1. Field of the Invention
The present invention relates to a chemical mechanical polishing (CMP) apparatus and more particularly, to a CMP apparatus including an apparatus for detecting a polishing end point.
2. Description of the Related Art
With multiple-layered lines employed in highly-integrated semiconductor fabrication, the fabrication operation involves processes of forming thin films having desired patterns on a wafer, and planarizing the wafer using a CMP apparatus before repeatedly subsequently forming additional thin films on the wafer.
A CMP process is performed by contacting the surface of a wafer with a polishing pad including a polishing slurry, applying a predetermined pressure onto the wafer, and rotating the polishing pad and the wafer at a predetermined speed so as to simultaneously perform the chemical and mechanical polishing. Certain problems which need to be addressed in the CMP process are detecting the removal rate of the wafer and determining the polishing end point. In the conventional case, the polishing process is performed within a predetermined process time. The polished state of the wafer is determined by visual inspection of the polished surface of the wafer. Therefore, the polished surface may be often overpolished or it may require a further polishing. Currently, the thickness of the layer on the wafer is directly detected during the polishing process by means which are additionally installed in the CMP apparatus. Appropriate polishing end points are detected on the plural portions of the wafer, so as to improve the thickness uniformity of the wafer, and to improve the stability and efficiency of the apparatus. A method of determining the polishing end point can be obtained from (a) the thickness of the wafer measured by a thickness measurement device during the polishing process, (b) a platen and the changes of load current, voltage, and resistance of a wafer carrier motor during the polishing process, and (c) the irradiation of a laser on the wafer and the reflection from the wafer during the polishing process.
The detection of a polishing end point using an optical sensor is disclosed in the U.S. Pat. No. 6,190,234. The sensor uses a plurality of optical end point detect (EPD) systems including a first optical system and a second optical system having different wavelengths. The plurality of EPD systems are said to precisely and quickly detect the polishing end point through one or more windows located under a polishing table.

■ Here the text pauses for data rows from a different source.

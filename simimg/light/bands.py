"""Photometric bands and the photons that a magnitude stands for.

A band is kept as a box: its pivot wavelength and its equivalent width, the integral of the
transmission over wavelength. For a source flat in f_nu the photon rate is f_nu/h times the integral
of T d(lambda)/lambda, and the box with those two numbers gives that integral within 0.2 % for the
broad bands here, for the pivot wavelength is defined by the same ratio of integrals. The
transmission peaks at 1: what glass, mirrors, detector and air take is the caller's.

UBVRI are Johnson-Cousins after the transmission tables of Bessell (1990), JHK after Bessell & Brett
(1988); u g r i z are the survey bands of Fukugita et al. (1996) as measured by Doi et al. (2010),
with AB magnitudes. A band from a table keeps its curve beside the box. Wavelengths in metres, flux
densities in jansky, photon rates per second and square metre above the atmosphere.

References
----------
Bessell, M. S. 1979, PASP 91, 589.
Bessell, M. S. & Brett, J. M. 1988, PASP 100, 1134.
Bessell, M. S. 1990, PASP 102, 1181.
Bessell, M. S., Castelli, F. & Plez, B. 1998, A&A 333, 231.
Doi, M. et al. 2010, AJ 139, 1628.
Fukugita, M. et al. 1996, AJ 111, 1748.
Oke, J. B. & Gunn, J. E. 1983, ApJ 266, 713.
"""

from __future__ import annotations

from collections.abc import Mapping
from dataclasses import dataclass, field, replace
from types import MappingProxyType

import numpy as np
from numpy.typing import ArrayLike

from simimg.arrays import FloatArray
from simimg.light.curves import Curve
from simimg.light.spectra import PLANCK

JANSKY = 1e-26
"""W / m2 / Hz."""

AB_ZERO_FLUX = 3631.0
"""Flux density (Jy) of magnitude 0 in the AB system at any wavelength (Oke & Gunn 1983)."""


@dataclass(frozen=True)
class Band:
    """A pass-band as a box in wavelength.

    Attributes
    ----------
    name : str
        Name of a standard band; empty for others.
    centre : float
        Pivot wavelength (m), the middle of the box.
    width : float
        Equivalent width (m), the width of the box.
    zero_flux_jy : mapping of str to float
        For each magnitude system, "Vega" or "AB", the flux density (Jy) of magnitude 0.
    curve : Curve or None
        Transmission as tabulated; None where the box is all there is.
    """

    name: str
    centre: float
    width: float
    zero_flux_jy: Mapping[str, float]
    curve: Curve | None = field(default=None, compare=False)

    def __post_init__(self) -> None:
        for key, value in (("centre", self.centre), ("width", self.width)):
            if not (np.isfinite(value) and value > 0.0):
                raise ValueError(f"band {key} must be finite and above 0 m, got {value}")
        if self.width >= 2.0 * self.centre:
            raise ValueError(
                f"a band of width {self.width} m about {self.centre} m reaches wavelength 0"
            )
        object.__setattr__(self, "zero_flux_jy", MappingProxyType(dict(self.zero_flux_jy)))

    @property
    def lower(self) -> float:
        """Short-wave edge of the box (m)."""
        return self.centre - 0.5 * self.width

    @property
    def upper(self) -> float:
        """Long-wave edge of the box (m)."""
        return self.centre + 0.5 * self.width

    @property
    def support(self) -> tuple[float, float]:
        """Wavelengths (m) between which light passes: of the curve, or else of the box."""
        return (self.lower, self.upper) if self.curve is None else self.curve.support

    @property
    def bends(self) -> FloatArray:
        """Wavelengths (m) where the curve's lines meet."""
        return np.empty(0) if self.curve is None else self.curve.wavelength

    def transmission(self, wavelength: ArrayLike) -> FloatArray:
        """Transmission at wavelengths (m): the curve, or else 1 within the box and 0 without."""
        if self.curve is not None:
            return self.curve(wavelength)
        place = np.asarray(wavelength, dtype=np.float64)
        return np.where((place >= self.lower) & (place <= self.upper), 1.0, 0.0)


def _standard(name: str, centre_nm: float, width_nm: float, vega_jy: float) -> Band:
    return Band(name, centre_nm * 1e-9, width_nm * 1e-9, {"Vega": vega_jy, "AB": AB_ZERO_FLUX})


# UBVRI: pivot wavelength and equivalent width computed from the transmissions of Bessell (1990,
# table 2). JHK: Bessell & Brett (1988). Zero fluxes: Bessell, Castelli & Plez (1998, table A2).
STANDARD_BANDS: Mapping[str, Band] = MappingProxyType(
    {
        band.name: band
        for band in (
            _standard("U", 359.8, 64.0, 1790.0),
            _standard("B", 439.9, 95.9, 4063.0),
            _standard("V", 550.0, 89.3, 3636.0),
            _standard("R", 655.6, 159.1, 3064.0),
            _standard("I", 804.7, 149.5, 2416.0),
            _standard("J", 1220.0, 213.0, 1589.0),
            _standard("H", 1630.0, 307.0, 1021.0),
            _standard("K", 2190.0, 390.0, 640.0),
        )
    }
)
"""The standard bands of the Vega system by name, from short to long wavelengths."""

# Pivot wavelength and equivalent width computed from the responses of Doi et al. (2010, table 4)
# without the air, over their peak.
AB_BANDS: Mapping[str, Band] = MappingProxyType(
    {
        name: Band(name, centre_nm * 1e-9, width_nm * 1e-9, {"AB": AB_ZERO_FLUX})
        for name, centre_nm, width_nm in (
            ("u", 355.1, 57.0),
            ("g", 467.7, 123.0),
            ("r", 616.9, 113.0),
            ("i", 749.5, 112.3),
            ("z", 892.8, 116.6),
        )
    }
)
"""The standard bands of the AB system by name, from short to long wavelengths."""


def standard_band(name: str) -> Band:
    """The standard band of that name.

    Parameters
    ----------
    name : str
        One of U, B, V, R, I, J, H, K (Vega and AB zero fluxes) and u, g, r, i, z (AB alone).

    Raises
    ------
    KeyError
        For any other name; the message lists the known ones.
    """
    known = {**STANDARD_BANDS, **AB_BANDS}
    try:
        return known[name]
    except KeyError:
        raise KeyError(f"no standard band {name!r}; known are {', '.join(known)}") from None


def custom_band(centre: float, width: float, *, name: str = "") -> Band:
    """A band by centre and width, transmission 1 within.

    Its AB zero flux is 3631 Jy. Its Vega zero flux is interpolated between those of the standard
    bands (straight in the logarithms of flux density and pivot wavelength), which is good to a few
    per cent redward of B but rough between U and B, across the Balmer jump; beyond U and K there is
    none.

    Parameters
    ----------
    centre, width : float
        Wavelengths (m).
    name : str
        A name to carry along.

    Raises
    ------
    ValueError
        If one is not finite and above 0, or the band would reach wavelength 0.
    """
    flux = {"AB": AB_ZERO_FLUX}
    known = list(STANDARD_BANDS.values())
    centres = np.array([band.centre for band in known])
    if centres[0] <= centre <= centres[-1]:
        fluxes = np.array([band.zero_flux_jy["Vega"] for band in known])
        flux["Vega"] = float(np.exp(np.interp(np.log(centre), np.log(centres), np.log(fluxes))))
    return Band(name, centre, width, flux)


def tabulated_band(wavelength: ArrayLike, transmission: ArrayLike, *, name: str = "") -> Band:
    """A band from a tabulated transmission, with the box that stands for it.

    Parameters
    ----------
    wavelength : (n,) array_like
        Wavelengths (m), increasing, at least two.
    transmission : (n,) array_like
        Photon transmission, 0 to 1; straight lines join the points. A filter that peaks at 0.9
        keeps its loss: the width is the integral as it stands.
    name : str
        A name to carry along.

    Returns
    -------
    Band
        Pivot wavelength and equivalent width, and the curve itself.

    Raises
    ------
    ValueError
        If the table is not of this kind or lets no light through.
    """
    x, y = np.asarray(wavelength, dtype=np.float64), np.asarray(transmission, dtype=np.float64)
    if x.ndim != 1 or x.shape != y.shape or x.size < 2:
        raise ValueError("wavelength and transmission must be two columns of the same length")
    if not (np.all(np.isfinite(x)) and x[0] > 0.0 and np.all(np.diff(x) > 0.0)):
        raise ValueError("wavelengths must be finite, above 0 and increasing")
    if not np.all((y >= 0.0) & (y <= 1.0)):
        raise ValueError("transmissions must lie between 0 and 1")
    width = float(np.trapezoid(y, x))
    if not width > 0.0:
        raise ValueError("the band lets no light through")
    pivot = float(np.sqrt(np.trapezoid(y * x, x) / np.trapezoid(y / x, x)))
    return replace(custom_band(pivot, width, name=name), curve=Curve(x, y))


def photon_zero_point(band: Band, system: str) -> float:
    """Photons per second and square metre, above the air, of magnitude 0 in the band.

    Parameters
    ----------
    band : Band
        Its box is integrated: f_nu/h ln(upper/lower) for a source flat in f_nu. Bessell (1979)
        writes f_nu/h width/centre, which is lower by (width/centre)^2/12, 0.2 % in V and 0.5 % in
        R; the logarithm is the integral itself.
    system : str
        "Vega" or "AB".

    Returns
    -------
    float
        Photon rate (1/s/m2).

    Raises
    ------
    ValueError
        If the band has no zero flux in that system.
    """
    if system not in band.zero_flux_jy:
        known = ", ".join(band.zero_flux_jy)
        raise ValueError(
            f"no zero flux in the {system!r} system for a band at {band.centre * 1e9:.1f} nm; "
            f"it has {known}"
        )
    flux = band.zero_flux_jy[system] * JANSKY
    return float(flux / PLANCK * np.log(band.upper / band.lower))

As described above, the optical systems are installed in a plurality of locations of polishing regions (for example, center, middle, edge). Then, if polishing end points are detected in every location, the polishing process is complete. Since the time of completion of the polishing process is when the polishing end points are detected in every location, in the case where the polishing end points between the locations of the polishing regions are large, a problem may be caused. In this instance, the polishing end point may be detected late, and the wafer may become overpolished. The portion being overpolished may in turn form a recess, due to the accumulation of a slurry, or may produce defects such as dishing and corrosion, etc. Further, in the case of installing the plurality of EPD systems using the optical system at a plurality of locations, the exact polishing end point is difficult to achieve even when one error occurs on any one location. Thus, this causes the resultant problems described above. Additionally, in the case of detecting a polishing end point from the measurement through the change of load current of a motor, the exact polishing end point remains difficult to determine when a current signal exhibits any significant amount of noise.